To promote the rational use of cardiovascular imaging in patients with congenital heart disease, the American College of Cardiology developed Appropriate Use Criteria (AUC), but its clinical application and pre-release benchmarks have not been evaluated. We aimed to evaluate the appropriateness of indications for cardiovascular magnetic resonance (CMR) and cardiovascular computed tomography (CCT) in patients with conotruncal defects and to identify factors associated with maybe or rarely appropriate (M/R) indications.
Twelve centers each contributed a median of 147 studies performed prior to AUC publication (01/2020) on patients with conotruncal defects. To incorporate patient characteristics and center-level effects, a hierarchical generalized linear mixed model was used.

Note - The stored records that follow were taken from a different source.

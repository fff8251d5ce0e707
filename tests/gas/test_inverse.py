"""The argument from the value: there and back, and the ends of the range."""

import math

import numpy as np
import pytest
from hypothesis import given, settings
from hypothesis import strategies as st

from eoscore.gas import alpha_from_bose, bose, eta_from_fermi, fermi


@pytest.mark.parametrize(
    "s", [-5.0, -0.3, 0.5, 0.97, 1.0, 1.02, 1.5, 1.97, 2.0, 2.0 + 1e-9, 2.5, 3.0, 12.0, 30.0]
)
def test_bose_there_and_back(s):
    alpha = np.concatenate([np.geomspace(1e-12, 600, 200), np.linspace(0.1, 5, 50)])
    g = bose(s, alpha)
    found = alpha_from_bose(s, g)
    np.testing.assert_allclose(bose(s, found), g, rtol=2e-15)
    # alpha has the digits that a rounding of g leaves.
    kept = np.minimum(alpha * bose(s - 1, alpha) / g, 1.0)
    away = g < bose(s, 0.0)
    assert (np.abs(found / alpha - 1) * kept)[away].max() < 2e-15


@pytest.mark.parametrize("s", [0.0, 0.3, 0.5, 1.0, 1.5, 2.0, 3.5, 17.0, 30.0])
def test_fermi_there_and_back(s):
    eta = np.concatenate([np.linspace(-40, 15, 101), np.geomspace(1e-6, 15 if s == 0 else 1e5, 50)])
    f = fermi(s, eta)
    found = eta_from_fermi(s, f)
    np.testing.assert_allclose(fermi(s, found), f, rtol=3e-15)
    kept = np.minimum(np.abs(eta) * fermi(s - 1, eta) / f, 1.0)
    assert (np.abs(found / eta - 1) * kept).max() < 3e-15


@settings(deadline=None)
@given(g=st.floats(1e-300, 700))
def test_order_one_in_closed_form(g):
    """g = -ln(1 - e^-alpha), so alpha is the same function of g."""
    assert alpha_from_bose(1.0, g) == pytest.approx(bose(1.0, g), rel=1e-13, abs=0)


@settings(deadline=None)
@given(f=st.floats(1e-300, 600))
def test_fermi_order_one_in_closed_form(f):
    exact = math.log(math.expm1(f))
    assert eta_from_fermi(1.0, f) == pytest.approx(exact, rel=1e-13, abs=1e-15)


def test_the_ends():
    top = bose(1.5, 0.0)
    assert alpha_from_bose(1.5, [0.0, top]).tolist() == [np.inf, 0.0]
    assert alpha_from_bose(0.5, np.inf) == 0.0
    assert np.isnan(alpha_from_bose(1.5, [-1.0, 3.0, np.nan])).all()
    assert eta_from_fermi(1.5, [0.0, np.inf]).tolist() == [-np.inf, np.inf]
    assert np.isnan(eta_from_fermi(0.0, [-0.1, 1.1])).all()


@pytest.mark.parametrize(
    ("call", "s"), [(alpha_from_bose, -5.5), (eta_from_fermi, -0.5), (eta_from_fermi, 31.0)]
)
def test_an_order_out_of_range_is_refused(call, s):
    with pytest.raises(ValueError, match="expected a number from"):
        call(s, 0.5)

Of the 1753 studies (80% CMR, and 20% CCT), 16% were rated M/R. Center M/R ranged from 4 to 39%. Infants accounted for 8.4% of studies. In multivariable analyses, patient- and study-level factors associated with M/R rating included: age <1 year (OR 1.90 [1.15–3.13]), truncus arteriosus (vs. tetralogy of Fallot, OR 2.55 [1.5–4.35]), and CCT (vs. CMR, OR 2.67 [1.87–3.83]). None of the provider- or center-level factors reached statistical significance in the multivariable model.
Most CMRs and CCTs ordered for the follow-up care of patients with conotruncal defects were rated appropriate. However, there was significant center-level variation in appropriateness ratings. Younger age, CCT, and truncus arteriosus were independently associated with higher odds of M/R rating. These findings could inform future quality improvement initiatives and further exploration of factors resulting in center-level variation.
This multicenter study evaluates the appropriateness of cardiovascular magnetic resonance (CMR) and cardiovascular computed tomography (CCT) in patients with conotruncal defects prior to the release of the Appropriate Use Criteria (AUC). Of the 1753 studies (80% CMR, and 20% CCT), 16% were for maybe or rarely appropriate (M/R) indications. Center M/R ranged from 4 to 39%. The patient- and study-level factors associated with M/R rating included: age <1 year, truncus arteriosus, and CCT. Though most CMRs and CCTs were rated appropriate, there were significant center-level variations in appropriateness ratings that need further exploration.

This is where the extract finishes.